(Collected data)
===

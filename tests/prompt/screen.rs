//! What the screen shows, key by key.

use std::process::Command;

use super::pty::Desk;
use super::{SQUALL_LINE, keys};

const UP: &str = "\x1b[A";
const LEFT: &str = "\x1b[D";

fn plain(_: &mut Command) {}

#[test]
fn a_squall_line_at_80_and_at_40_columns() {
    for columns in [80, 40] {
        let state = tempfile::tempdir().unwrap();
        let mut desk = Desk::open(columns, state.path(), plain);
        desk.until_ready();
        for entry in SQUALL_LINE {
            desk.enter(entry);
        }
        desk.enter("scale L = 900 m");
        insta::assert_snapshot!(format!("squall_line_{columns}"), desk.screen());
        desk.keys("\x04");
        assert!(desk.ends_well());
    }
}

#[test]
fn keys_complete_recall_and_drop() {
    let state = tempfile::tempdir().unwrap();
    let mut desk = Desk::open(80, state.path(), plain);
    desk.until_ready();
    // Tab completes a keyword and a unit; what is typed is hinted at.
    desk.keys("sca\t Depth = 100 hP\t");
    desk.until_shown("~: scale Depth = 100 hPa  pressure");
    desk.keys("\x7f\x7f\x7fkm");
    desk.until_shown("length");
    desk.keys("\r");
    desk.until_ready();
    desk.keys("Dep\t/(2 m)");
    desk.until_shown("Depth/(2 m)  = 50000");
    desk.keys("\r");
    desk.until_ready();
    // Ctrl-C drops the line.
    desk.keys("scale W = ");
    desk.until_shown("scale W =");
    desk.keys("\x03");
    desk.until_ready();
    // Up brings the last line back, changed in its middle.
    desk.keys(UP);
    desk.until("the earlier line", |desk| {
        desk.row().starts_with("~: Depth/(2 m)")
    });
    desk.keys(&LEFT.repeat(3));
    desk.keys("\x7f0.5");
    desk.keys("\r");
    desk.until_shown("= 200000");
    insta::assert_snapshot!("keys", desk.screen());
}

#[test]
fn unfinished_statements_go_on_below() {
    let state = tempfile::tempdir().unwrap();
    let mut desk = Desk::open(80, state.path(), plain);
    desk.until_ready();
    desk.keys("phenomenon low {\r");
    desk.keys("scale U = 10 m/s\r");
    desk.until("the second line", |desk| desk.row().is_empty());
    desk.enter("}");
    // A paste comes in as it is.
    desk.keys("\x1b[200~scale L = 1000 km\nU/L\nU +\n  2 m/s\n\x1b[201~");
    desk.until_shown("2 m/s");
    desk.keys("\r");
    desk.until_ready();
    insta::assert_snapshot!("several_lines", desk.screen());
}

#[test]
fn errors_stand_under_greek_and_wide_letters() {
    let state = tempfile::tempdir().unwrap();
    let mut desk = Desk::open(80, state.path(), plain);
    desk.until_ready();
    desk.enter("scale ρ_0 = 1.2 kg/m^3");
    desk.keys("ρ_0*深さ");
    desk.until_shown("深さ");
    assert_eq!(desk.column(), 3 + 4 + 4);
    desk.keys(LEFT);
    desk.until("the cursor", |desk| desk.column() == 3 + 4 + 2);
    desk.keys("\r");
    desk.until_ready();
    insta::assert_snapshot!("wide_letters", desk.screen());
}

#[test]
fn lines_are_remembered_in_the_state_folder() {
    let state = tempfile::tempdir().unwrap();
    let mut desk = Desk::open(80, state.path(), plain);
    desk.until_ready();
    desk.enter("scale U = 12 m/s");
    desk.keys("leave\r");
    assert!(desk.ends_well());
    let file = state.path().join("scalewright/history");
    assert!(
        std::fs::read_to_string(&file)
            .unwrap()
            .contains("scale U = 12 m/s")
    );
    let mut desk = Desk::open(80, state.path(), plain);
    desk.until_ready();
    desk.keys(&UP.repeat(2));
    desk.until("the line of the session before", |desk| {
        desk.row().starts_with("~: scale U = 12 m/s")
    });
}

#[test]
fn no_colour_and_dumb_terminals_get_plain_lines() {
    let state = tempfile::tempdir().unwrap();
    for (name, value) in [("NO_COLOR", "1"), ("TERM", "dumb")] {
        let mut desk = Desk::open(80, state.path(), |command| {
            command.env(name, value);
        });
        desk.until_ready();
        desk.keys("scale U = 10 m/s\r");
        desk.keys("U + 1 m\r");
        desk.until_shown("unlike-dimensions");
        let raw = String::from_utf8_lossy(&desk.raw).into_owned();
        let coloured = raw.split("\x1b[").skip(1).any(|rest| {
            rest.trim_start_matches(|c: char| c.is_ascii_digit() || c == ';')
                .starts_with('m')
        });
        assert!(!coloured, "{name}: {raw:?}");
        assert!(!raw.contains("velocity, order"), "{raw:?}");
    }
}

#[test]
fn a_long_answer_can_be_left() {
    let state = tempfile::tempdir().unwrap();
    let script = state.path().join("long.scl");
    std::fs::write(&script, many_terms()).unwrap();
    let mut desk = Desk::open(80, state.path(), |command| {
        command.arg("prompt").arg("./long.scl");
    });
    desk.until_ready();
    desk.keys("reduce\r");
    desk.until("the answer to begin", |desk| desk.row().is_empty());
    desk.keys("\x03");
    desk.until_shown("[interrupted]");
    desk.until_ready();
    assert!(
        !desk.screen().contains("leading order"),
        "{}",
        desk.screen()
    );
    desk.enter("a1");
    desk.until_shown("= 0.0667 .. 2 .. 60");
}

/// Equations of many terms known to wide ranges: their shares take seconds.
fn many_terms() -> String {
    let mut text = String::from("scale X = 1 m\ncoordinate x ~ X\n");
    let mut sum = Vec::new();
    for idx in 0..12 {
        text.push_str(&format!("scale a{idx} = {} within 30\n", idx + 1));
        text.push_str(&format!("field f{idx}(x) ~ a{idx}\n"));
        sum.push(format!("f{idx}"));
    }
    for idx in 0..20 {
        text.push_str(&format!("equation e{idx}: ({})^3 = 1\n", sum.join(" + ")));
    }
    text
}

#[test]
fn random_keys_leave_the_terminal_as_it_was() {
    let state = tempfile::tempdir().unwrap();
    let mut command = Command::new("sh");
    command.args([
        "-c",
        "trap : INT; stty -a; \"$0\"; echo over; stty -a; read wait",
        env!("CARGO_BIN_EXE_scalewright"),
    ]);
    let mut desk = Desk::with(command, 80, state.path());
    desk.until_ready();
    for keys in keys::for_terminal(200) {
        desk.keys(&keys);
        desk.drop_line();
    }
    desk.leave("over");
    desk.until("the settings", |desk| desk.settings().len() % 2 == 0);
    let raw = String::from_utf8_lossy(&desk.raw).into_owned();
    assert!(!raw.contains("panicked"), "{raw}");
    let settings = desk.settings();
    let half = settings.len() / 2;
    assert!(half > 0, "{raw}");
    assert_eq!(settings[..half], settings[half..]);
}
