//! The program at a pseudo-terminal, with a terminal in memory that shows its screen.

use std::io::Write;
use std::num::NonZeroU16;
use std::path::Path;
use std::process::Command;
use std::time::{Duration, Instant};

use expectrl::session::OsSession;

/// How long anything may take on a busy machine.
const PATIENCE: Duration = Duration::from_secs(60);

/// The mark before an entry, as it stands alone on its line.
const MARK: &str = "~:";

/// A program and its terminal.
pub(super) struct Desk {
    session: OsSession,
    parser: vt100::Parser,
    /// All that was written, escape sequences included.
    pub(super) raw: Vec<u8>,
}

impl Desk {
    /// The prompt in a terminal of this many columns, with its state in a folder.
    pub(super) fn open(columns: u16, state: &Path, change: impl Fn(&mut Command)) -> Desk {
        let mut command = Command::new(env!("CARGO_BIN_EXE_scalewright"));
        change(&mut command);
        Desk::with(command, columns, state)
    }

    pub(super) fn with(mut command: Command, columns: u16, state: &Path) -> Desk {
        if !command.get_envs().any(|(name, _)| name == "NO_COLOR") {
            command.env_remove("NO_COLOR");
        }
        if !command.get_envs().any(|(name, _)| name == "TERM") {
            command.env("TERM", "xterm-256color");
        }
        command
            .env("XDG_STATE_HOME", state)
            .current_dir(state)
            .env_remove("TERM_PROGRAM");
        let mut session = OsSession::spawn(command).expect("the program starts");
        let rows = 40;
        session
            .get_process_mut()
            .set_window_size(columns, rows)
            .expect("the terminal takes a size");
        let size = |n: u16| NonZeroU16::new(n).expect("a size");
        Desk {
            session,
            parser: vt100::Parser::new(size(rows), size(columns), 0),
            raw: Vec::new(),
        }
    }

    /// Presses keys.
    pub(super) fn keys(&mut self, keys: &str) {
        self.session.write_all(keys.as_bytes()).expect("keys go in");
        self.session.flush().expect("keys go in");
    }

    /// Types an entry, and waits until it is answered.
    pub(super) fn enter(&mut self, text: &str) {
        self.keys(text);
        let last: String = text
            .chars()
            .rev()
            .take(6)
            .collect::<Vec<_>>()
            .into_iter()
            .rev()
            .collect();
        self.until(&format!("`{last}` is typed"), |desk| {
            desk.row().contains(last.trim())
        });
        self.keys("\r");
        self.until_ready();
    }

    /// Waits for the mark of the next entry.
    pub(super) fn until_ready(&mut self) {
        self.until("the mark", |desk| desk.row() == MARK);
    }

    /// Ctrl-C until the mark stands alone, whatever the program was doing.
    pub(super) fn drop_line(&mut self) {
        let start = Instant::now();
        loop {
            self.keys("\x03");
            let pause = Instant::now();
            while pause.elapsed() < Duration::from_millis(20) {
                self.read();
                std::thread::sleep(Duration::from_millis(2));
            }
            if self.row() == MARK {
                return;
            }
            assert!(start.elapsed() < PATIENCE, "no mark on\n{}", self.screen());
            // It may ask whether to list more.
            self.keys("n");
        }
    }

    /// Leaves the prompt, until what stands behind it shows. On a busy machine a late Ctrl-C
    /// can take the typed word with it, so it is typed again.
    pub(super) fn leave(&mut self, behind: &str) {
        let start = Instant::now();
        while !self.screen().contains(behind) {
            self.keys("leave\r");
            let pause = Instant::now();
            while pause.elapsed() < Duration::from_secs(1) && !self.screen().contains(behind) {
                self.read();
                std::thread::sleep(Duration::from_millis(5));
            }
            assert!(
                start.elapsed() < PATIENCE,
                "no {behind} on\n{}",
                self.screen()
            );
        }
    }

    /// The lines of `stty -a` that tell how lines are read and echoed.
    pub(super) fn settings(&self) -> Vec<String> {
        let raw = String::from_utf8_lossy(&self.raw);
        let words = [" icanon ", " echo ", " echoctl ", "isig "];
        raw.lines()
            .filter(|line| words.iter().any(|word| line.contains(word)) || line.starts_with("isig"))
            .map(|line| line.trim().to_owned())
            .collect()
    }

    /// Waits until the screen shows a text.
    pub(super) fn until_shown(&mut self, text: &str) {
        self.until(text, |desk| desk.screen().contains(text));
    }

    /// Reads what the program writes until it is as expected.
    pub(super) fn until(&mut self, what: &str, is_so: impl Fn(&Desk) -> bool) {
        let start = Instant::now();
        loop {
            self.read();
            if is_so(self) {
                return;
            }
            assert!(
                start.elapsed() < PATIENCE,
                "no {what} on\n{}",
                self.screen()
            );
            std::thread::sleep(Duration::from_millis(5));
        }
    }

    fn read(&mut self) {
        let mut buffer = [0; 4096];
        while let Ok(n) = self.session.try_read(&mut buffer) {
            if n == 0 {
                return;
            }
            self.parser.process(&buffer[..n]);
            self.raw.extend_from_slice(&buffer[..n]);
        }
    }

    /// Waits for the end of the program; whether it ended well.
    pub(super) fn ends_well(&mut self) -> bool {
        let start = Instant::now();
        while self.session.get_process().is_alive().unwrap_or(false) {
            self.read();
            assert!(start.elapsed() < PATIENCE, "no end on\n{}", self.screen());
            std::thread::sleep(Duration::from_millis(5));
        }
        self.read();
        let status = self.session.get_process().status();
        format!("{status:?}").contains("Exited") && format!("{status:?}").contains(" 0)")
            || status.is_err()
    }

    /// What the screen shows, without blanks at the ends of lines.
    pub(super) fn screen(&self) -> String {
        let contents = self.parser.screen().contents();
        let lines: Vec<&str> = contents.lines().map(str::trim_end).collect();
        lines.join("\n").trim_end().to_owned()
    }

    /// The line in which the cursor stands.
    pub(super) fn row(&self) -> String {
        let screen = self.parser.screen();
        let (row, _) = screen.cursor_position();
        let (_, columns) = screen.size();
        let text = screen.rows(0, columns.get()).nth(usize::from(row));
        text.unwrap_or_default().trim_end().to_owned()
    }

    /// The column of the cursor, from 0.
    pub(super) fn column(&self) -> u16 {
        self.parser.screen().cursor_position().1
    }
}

===

▶ _Exercise requirements_: Determine how many lines in the preceding records include the word "order". The answer is that number alone.

▶ _Solution for this exercise_: 2